NRMCA, mixer manufacturers caution feds on prospective truck underride guard rule

National Ready Mixed Concrete Association and its Truck Mixer Manufacturers Bureau (TMMB) affiliate question cost and weight factors attending a prospective National Highway Traffic Safety Administration (NHTSA) requirement that heavy-duty trucks bear stronger rear underride guards than presently compliant models. Preliminary estimates indicate the newer guards would add $307–$453 and 169–210 lb. to vehicle cost and weight, and represent $925 to $1,505 in life cycle fuel consumption.

 

“Adding more weight to mixer trucks for compliance with each and every new regulation results in the industry being forced to reduce payload,” notes NRMCA Senior Vice President of Compliance and Regulatory Affairs Kevin Walgenbach in comments to the U.S. Department of Transportation. “The industry is then forced to use more trucks, making more trips to deliver the same amount of ready mixed concrete.

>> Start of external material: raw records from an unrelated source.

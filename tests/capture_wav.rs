//! WAV files in and out: against the `hound` crate, and against headers built byte by byte.

use std::path::{Path, PathBuf};

use notchwright::capture::{Capture, CaptureError, Salvage, SampleFormat, WavCapture, WavWriter};
use proptest::prelude::*;
use tempfile::TempDir;

/// Everything a capture holds, read in blocks of `block` frames.
fn read_all(capture: &mut dyn Capture, block: usize) -> Vec<Vec<f64>> {
    let channels = capture.format().channels;
    let mut all = vec![Vec::new(); channels];
    let mut planes = vec![Vec::new(); channels];
    while capture.read_block(&mut planes, block).expect("readable") > 0 {
        for (whole, plane) in all.iter_mut().zip(&planes) {
            whole.extend_from_slice(plane);
        }
    }
    all
}

fn file(folder: &TempDir, bytes: &[u8]) -> PathBuf {
    let path = folder.path().join("made.wav");
    std::fs::write(&path, bytes).expect("written");
    path
}

/// The error of opening these bytes, and its message.
fn refused(bytes: &[u8]) -> (CaptureError, String) {
    let folder = TempDir::new().expect("folder");
    let path = file(&folder, bytes);
    let error = WavCapture::open(&path).expect_err("not to be read");
    let message = error.to_string();
    assert!(message.starts_with(&path.display().to_string()), "names its file: {message}");
    (error, message)
}

/// A `fmt ` chunk without its name and size.
fn format_body(tag: u16, channels: u16, rate_hz: u32, block_align: u16, bits: u16) -> Vec<u8> {
    let mut body = Vec::new();
    body.extend(tag.to_le_bytes());
    body.extend(channels.to_le_bytes());
    body.extend(rate_hz.to_le_bytes());
    body.extend((rate_hz * u32::from(block_align)).to_le_bytes());
    body.extend(block_align.to_le_bytes());
    body.extend(bits.to_le_bytes());
    body
}

fn chunk(name: &[u8; 4], body: &[u8]) -> Vec<u8> {
    let mut bytes = name.to_vec();
    bytes.extend((body.len() as u32).to_le_bytes());
    bytes.extend(body);
    if body.len() % 2 == 1 {
        bytes.push(0);
    }
    bytes
}

fn wave(chunks: &[Vec<u8>]) -> Vec<u8> {
    let inside = chunks.concat();
    let mut bytes = b"RIFF".to_vec();
    bytes.extend((inside.len() as u32 + 4).to_le_bytes());
    bytes.extend(b"WAVE");
    bytes.extend(inside);
    bytes
}

/// A second of 16-bit mono at 200 Hz.
fn plain() -> Vec<u8> {
    wave(&[chunk(b"fmt ", &format_body(1, 1, 200, 2, 16)), chunk(b"data", &[7; 400])])
}

/// A second with this format chunk.
fn with_format(body: &[u8]) -> Vec<u8> {
    wave(&[chunk(b"fmt ", body), chunk(b"data", &[0; 4800])])
}

fn hound_file(path: &Path, spec: hound::WavSpec, codes: &[i32]) {
    let mut writer = hound::WavWriter::create(path, spec).expect("created");
    for &code in codes {
        match spec.sample_format {
            hound::SampleFormat::Int => writer.write_sample(code).expect("written"),
            hound::SampleFormat::Float => writer.write_sample(code as f32 / 1024.0).expect("written"),
        }
    }
    writer.finalize().expect("finished");
}

proptest! {
    #![proptest_config(ProptestConfig::with_cases(64))]

    #[test]
    fn what_hound_writes_is_read_sample_by_sample(
        width in prop::sample::select(vec![8_u16, 16, 24, 32, 132]),
        channels in 1_u16..6,
        rate_hz in 100_u32..1000,
        block in 1_usize..3000,
        seed in any::<u64>(),
    ) {
        let float = width == 132;
        let bits = width % 100;
        let folder = TempDir::new().expect("folder");
        let path = folder.path().join("a.wav");
        let mut state = seed | 1;
        let codes: Vec<i32> = (0..rate_hz as usize * usize::from(channels))
            .map(|_| {
                state = state.wrapping_mul(6_364_136_223_846_793_005).wrapping_add(1_442_695_040_888_963_407);
                (state >> 32) as i32 >> (32 - bits)
            })
            .collect();
        let sample_format = if float { hound::SampleFormat::Float } else { hound::SampleFormat::Int };
        let spec = hound::WavSpec { channels, sample_rate: rate_hz, bits_per_sample: bits, sample_format };
        hound_file(&path, spec, &codes);

        let mut capture = WavCapture::open(&path).expect("opened");
        prop_assert_eq!(capture.format().sample_rate_hz, rate_hz);
        prop_assert_eq!(capture.format().frames, u64::from(rate_hz));
        let planes = read_all(&mut capture, block);
        let full_scale = if float { 1024.0 } else { f64::from(bits - 1).exp2() };
        for (index, &code) in codes.iter().enumerate() {
            let expected = if float { f64::from(code as f32 / 1024.0) } else { f64::from(code) / full_scale };
            let (frame, channel) = (index / usize::from(channels), index % usize::from(channels));
            prop_assert_eq!(planes[channel][frame], expected);
        }
        capture.rewind().expect("rewound");
        prop_assert_eq!(read_all(&mut capture, 997), planes);
    }

    #[test]
    fn no_bytes_whatever_bring_the_reader_down(
        cut in 0_usize..452,
        at in 0_usize..44,
        byte in any::<u8>(),
        salvage in any::<bool>(),
    ) {
        let mut bytes = plain();
        bytes[at] = byte;
        bytes.truncate(cut);
        let folder = TempDir::new().expect("folder");
        let path = file(&folder, &bytes);
        let salvage = if salvage { Salvage::UpToTheCut } else { Salvage::No };
        if let Ok(mut capture) = WavCapture::open_with(&path, salvage) {
            let frames = capture.format().frames;
            prop_assert_eq!(read_all(&mut capture, 64)[0].len() as u64, frames);
        }
    }
}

More trips means increased emissions, increased fuel consumption, more trucks sitting in traffic, and longer hours for industry drivers.”

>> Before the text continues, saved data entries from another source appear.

/// Everything a report is made from, owned.
#[derive(Clone)]
pub struct Findings {
    pub analysis: Analysis,
    pub plan: Plan,
    pub simulation: Simulation,
    pub before: Spectrum,
    pub after: Spectrum,
    pub excerpt: Option<Excerpt>,
}

impl Findings {
    pub fn material(&self) -> Material<'_> {
        Material {
            analysis: &self.analysis,
            plan: &self.plan,
            simulation: &self.simulation,
            spectrum_before: &self.before,
            spectrum_after: &self.after,
            excerpt: self.excerpt.as_ref(),
        }
    }
}

fn part(reference: &str, kind: PartKind, value_si: f64, value: &str, tolerance_pct: f64) -> Part {
    Part { value: value.to_owned(), tolerance_pct, ..Part::ideal(reference, kind, value_si) }
}

fn circuit() -> Circuit {
    let film = |reference: &str, value_si: f64, value: &str, price: f64| Part {
        material: Some("polypropylene film".to_owned()),
        voltage_limit_v: Some(63.0),
        price: Some(price),
        drift_per_k: -250e-6,
        ..part(reference, PartKind::Capacitor, value_si, value, 1.0)
    };
    let coil = Part {
        series_resistance_ohm: 300.0,
        series_resistance_drift_per_k: 0.0039,
        drift_per_k: 150e-6,
        material: Some("laminated core".to_owned()),
        current_limit_a: Some(5e-3),
        number: Some("OWN-COIL-10H".to_owned()),
        price: Some(18.50),
        ..part("L1", PartKind::Coil, 10.0, "10 H", 3.0)
    };
    Circuit {
        source: Source { resistance_ohm: 350.0, inductance_h: 0.0 },
        load: Load { resistance_ohm: 1e6, capacitance_f: 220e-12 },
        sections: vec![Section {
            kind: "notched low-pass".to_owned(),
            stages: vec![
                TwoPort::Shunt { shunt: Branch::Part(0) },
                TwoPort::Series { series: Branch::parallel([Branch::Part(1), Branch::Part(2)]) },
                TwoPort::Shunt { shunt: Branch::Part(3) },
            ],
        }],
        parts: vec![
            film("C1", 36e-6, "36 µF", 6.40),
            coil,
            film("C2", 1.0 / ((TAU * 50.0).powi(2) * 10.0), "1.01 µF", 0.60),
            film("C3", 18e-6, "18 µF", 3.80),
        ],
    }
}

fn gain_db(circuit: &Circuit, frequency_hz: f64) -> f64 {
    20.0 * circuit.insertion(frequency_hz).norm().log10()
}

/// A build: every part off within its tolerance, the tank trimmed to the
/// mains within 0.3 %.
fn build(circuit: &Circuit, random: &mut Xoshiro256PlusPlus) -> Circuit {
    let mut built = circuit.clone();
    let celsius = random.random_range(10.0..35.0);
    for part in &mut built.parts {
        let deviation = part.tolerance_pct / 100.0 * random.random_range(-1.0..1.0);
        *part = part.as_built(deviation, celsius);
    }
    let residue: f64 = random.random_range(-0.003..0.003);
    built.parts[2].value_si = (1.0 + residue) / ((TAU * 50.0).powi(2) * built.parts[1].value_si);
    built
}

fn sorted(values: impl Iterator<Item = f64>) -> Vec<f64> {
    let mut values: Vec<f64> = values.collect();
    values.sort_by(f64::total_cmp);
    values
}

fn quantile(sorted: &[f64], share: f64) -> f64 {
    sorted[((sorted.len() - 1) as f64 * share).round() as usize]
}

fn band(circuit: &Circuit, builds: &[Circuit]) -> Vec<BandPoint> {
    let mut grid: Vec<f64> = (0..=240).map(|n| 0.1 * 5000.0_f64.powf(n as f64 / 240.0)).collect();
    grid.extend((-8..=8).map(|n| 50.0 + 0.05 * f64::from(n)));
    grid.sort_by(f64::total_cmp);
    grid.into_iter()
        .map(|frequency_hz| {
            let gains = sorted(builds.iter().map(|b| gain_db(b, frequency_hz)));
            BandPoint {
                frequency_hz,
                nominal_db: gain_db(circuit, frequency_hz),
                low_db: quantile(&gains, 0.025),
                high_db: quantile(&gains, 0.975),
            }
        })
        .collect()
}

fn design(summary: &str, circuit: Circuit) -> Design {
    let mut random = Xoshiro256PlusPlus::seed_from_u64(7);
    let builds: Vec<Circuit> = (0..200).map(|_| build(&circuit, &mut random)).collect();
    let least = |build: &Circuit, order: f64| {
        [49.8, 50.0, 50.2].into_iter().map(|f| -gain_db(build, f * order)).fold(f64::INFINITY, f64::min)
    };
    let predicted: Vec<Predicted> = [1, 3, 5]
        .into_iter()
        .map(|order| Predicted {
            order,
            frequency_hz: MEAN_HZ * f64::from(order),
            reduction_db: -gain_db(&circuit, MEAN_HZ * f64::from(order)),
            reduction_worst_db: quantile(
                &sorted(builds.iter().map(|b| least(b, f64::from(order)))),
                WORST_SHARE,
            ),
            target_db: (order <= 3).then_some(40.0),
        })
        .collect();
    let loss = |circuit: &Circuit| {
        (1..=120)
            .map(|n| -gain_db(circuit, f64::from(n) * 0.1))
            .max_by(|a, b| a.abs().total_cmp(&b.abs()))
            .unwrap()
    };
    let losses = sorted(builds.iter().map(loss));
    let loss_worst_db = quantile(&losses, 1.0 - WORST_SHARE);
    let meeting =
        builds.iter().filter(|b| loss(b) <= 0.5 && least(b, 1.0) >= 40.0 && least(b, 3.0) >= 40.0).count();
    let meeting_pct = 100.0 * meeting as f64 / builds.len() as f64;
    let price = circuit.parts.iter().map(|p| p.price).sum();
    Design {
        met: meeting_pct >= 95.0,
        summary: summary.to_owned(),
        sections: vec![SectionSummary {
            kind: "notched low-pass".to_owned(),
            order: Some(1),
            notch_hz: Some(50.0),
            q: None,
            depth_db: Some(-gain_db(&circuit, 50.0)),
            parts: circuit.parts.iter().map(|p| p.reference.clone()).collect(),
            notches: Vec::new(),
        }],
        predicted,
        keep: vec![KeepResult {
            from_hz: 0.0,
            to_hz: 12.0,
            allowed_db: 0.5,
            loss_db: loss(&circuit),
            loss_worst_db,
            judged_share: 1.0,
        }],
        flat_loss_db: -gain_db(&circuit, 0.01),
        trims: vec![Trim {
            step: 1,
            part: "C2".to_owned(),
            method: "pad".to_owned(),
            from_si: 0.95e-6,
            to_si: 1.10e-6,
            frequency_hz: 50.0,
            aim: "least output".to_owned(),
            residue: 0.003,
            instruction:
                "Set the generator to 50.00 Hz and add 1 nF to 47 nF beside C2 until the output is least."
                    .to_owned(),
        }],
        builds: Builds { count: 200, seed: 7, meeting_pct, band: band(&circuit, &builds) },
        price,
        circuit,
    }
}

fn tones(gain: impl Fn(f64) -> (f64, f64), noise: f64) -> Vec<f64> {
    let mut random = Xoshiro256PlusPlus::seed_from_u64(3);
    let signal = [(0.02, 0.25, 0.3), (0.22, 0.06, 1.0), (0.61, 0.03, 2.0), (3.1, 0.004, 0.0)];
    (0..(SECONDS * f64::from(RATE_HZ)) as usize)
        .map(|n| {
            let t = n as f64 / f64::from(RATE_HZ);
            let wander = 0.35 * (TAU * t / 45.0).sin();
            let slow: f64 = signal
                .iter()
                .map(|(hz, a, phase)| {
                    let (g, p) = gain(*hz);
                    a * g * (TAU * hz * t + phase + p).cos()
                })
                .sum();
            let swell = 1.0 + 0.3 * (-((t - 40.0) / 6.0).powi(2)).exp();
            let hum: f64 = HUM
                .iter()
                .map(|&(order, level)| {
                    let k = f64::from(order);
                    let (g, p) = gain(MEAN_HZ * k);
                    swell * g * 10_f64.powf(level / 20.0) * (TAU * k * MEAN_HZ * t + k * wander + p).cos()
                })
                .sum();
            slow + hum + noise * (random.random::<f64>() - 0.5)
        })
        .collect()
}

/// Welch's mean of windowed periodograms (Hann), as levels of lines.
pub fn spectrum(samples: &[f64]) -> Spectrum {
    let length = 8192;
    let fft = realfft::RealFftPlanner::<f64>::new().plan_fft_forward(length);
    let window: Vec<f64> = (0..length).map(|n| 0.5 - 0.5 * (TAU * n as f64 / length as f64).cos()).collect();
    let mut power = vec![0.0; length / 2 + 1];
    let blocks = samples.len() / length;
    for block in 0..blocks {
        let mut input: Vec<f64> =
            samples[block * length..][..length].iter().zip(&window).map(|(s, w)| s * w).collect();
        let mut output = fft.make_output_vec();
        fft.process(&mut input, &mut output).unwrap();
        for (sum, bin) in power.iter_mut().zip(&output) {
            *sum += bin.norm_sqr() / blocks as f64;
        }
    }
    let scale = (4.0 / length as f64).powi(2);
    let resolution_hz = f64::from(RATE_HZ) / length as f64;
    Spectrum {
        frequency_hz: (0..power.len()).map(|n| n as f64 * resolution_hz).collect(),
        level_dbfs: power.iter().map(|p| 10.0 * (p * scale).log10()).collect(),
        resolution_hz,
    }
}

/// The plan meets its brief, and so does the recording.
pub fn tide_gauge() -> Findings {
    static MADE: std::sync::OnceLock<Findings> = std::sync::OnceLock::new();
    MADE.get_or_init(make_tide_gauge).clone()
}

NRMCA and TMMB jointly weighed in on “Rear Impact Protection, Lamps, Reflective Devices, and Associated Equipment, Single Unit Trucks,” an advanced notice of proposed rulemaking NHTSA published in July and opened to public comment through late September. The underride guard requirements in “Rear Impact Protection” would approximate those of the Canadian Motor Vehicle Safety Standard (CMVSS)—more robust than the Federal Motor Vehicle Safety Standard-compliant models presently specified for U.S. heavy-duty trucks.



A London mixer Oshkosh Corp. exhibited at 2015 World of Concrete bears a Canadian Motor Vehicle Safety Standard-compliant underride guard, whose robust characteristics have caught the eye of U.S. regulators.

“NRMCA and TMMB anticipate structural changes and upgrades in order to accommodate a heavier, larger rear underride guard to cost hundreds more per [Single Unit Truck] SUT,” Walgenbach comments. “These estimated costs bring a potential increase per truck to potentially thousands above current prices [and do] not take into account estimated added lifetime fuel cost.

“When combined with the estimated increase in weight from structural changes and upgrades in order to accommodate a heavier, larger rear underride guard of roughly hundreds of extra pounds per SUT, the total added weight is potentially pushing 1,000 pounds … reducing the potential payload size of a truck mixer by an equal amount. This reduction in payload capacity would have a direct correlation to diminished productivity and increased fuel consumption.

“Weight poses a very unique and continuing challenge to the ready mixed concrete industry. The necessity for manufacturing a ready mixed concrete truck with the lowest possible weight has existed as a market force since the inception of weight regulations, including the federal bridge formula for truck weight restrictions on federal-aid highways … To this end, NRMCA and TMMB recommend that NHTSA include with this proposal an increased weight tolerance or variance in an amount that will offset the increased weight of the CMVSS-compliant rear underride guard and the structural changes to mixer trucks … Such a precedent already exists for auxiliary power units and idling-reduction technology.”

Walgenbach concludes NRMCA and TMMB observations on the “Rear Impact Protection” section with suggestions that NHTSA resubmit a proposed rulemaking for public comment with a completed cost and benefit analysis; an emphasis on determining the best and newest methods for preventing rear underride crashes and their potential accompanying injury and fatality reductions; clarification of whether a forthcoming mandate would apply to new trucks and in-service vehicles; and, consideration of a five-year phase that would allow SUT manufacturers to address challenges of bringing existing designs into CMVSS-level compliance.

The second part of the NHTSA notice, “Lamps, Reflective Devices,” addresses retroreflective material placement on truck rear and side points akin to present trailer-marking guidelines. Commenting on that aspect, Walgenbach tells regulators: “NRMCA and TMMB oppose a requirement for adding retroreflective tape. Mixer trucks manufactured in the United States, as per individual manufacturer safety standards, the North American Transportation Services Association and SAE International have very specific and stringent requirements for labeling mixer trucks and adding identifiers that similarly could act as retroreflective tape. These identifying labels and decals are required to be maintained and/or replaced as needed throughout the life of the mixer truck.”

“In the spirit of fostering safe work environments and increasing safety on our nation’s roadways,” Walgenbach affirms, TMMB is “in the process of discussing adding minimum reflective tape standards to the current standards for mixer trucks. In light of current industry practices and ongoing safety standard improvements, requiring truck mixer manufactures to comply with a new retroreflective tape mandate would be repetitious, arbitrary and economically and practically burdensome.”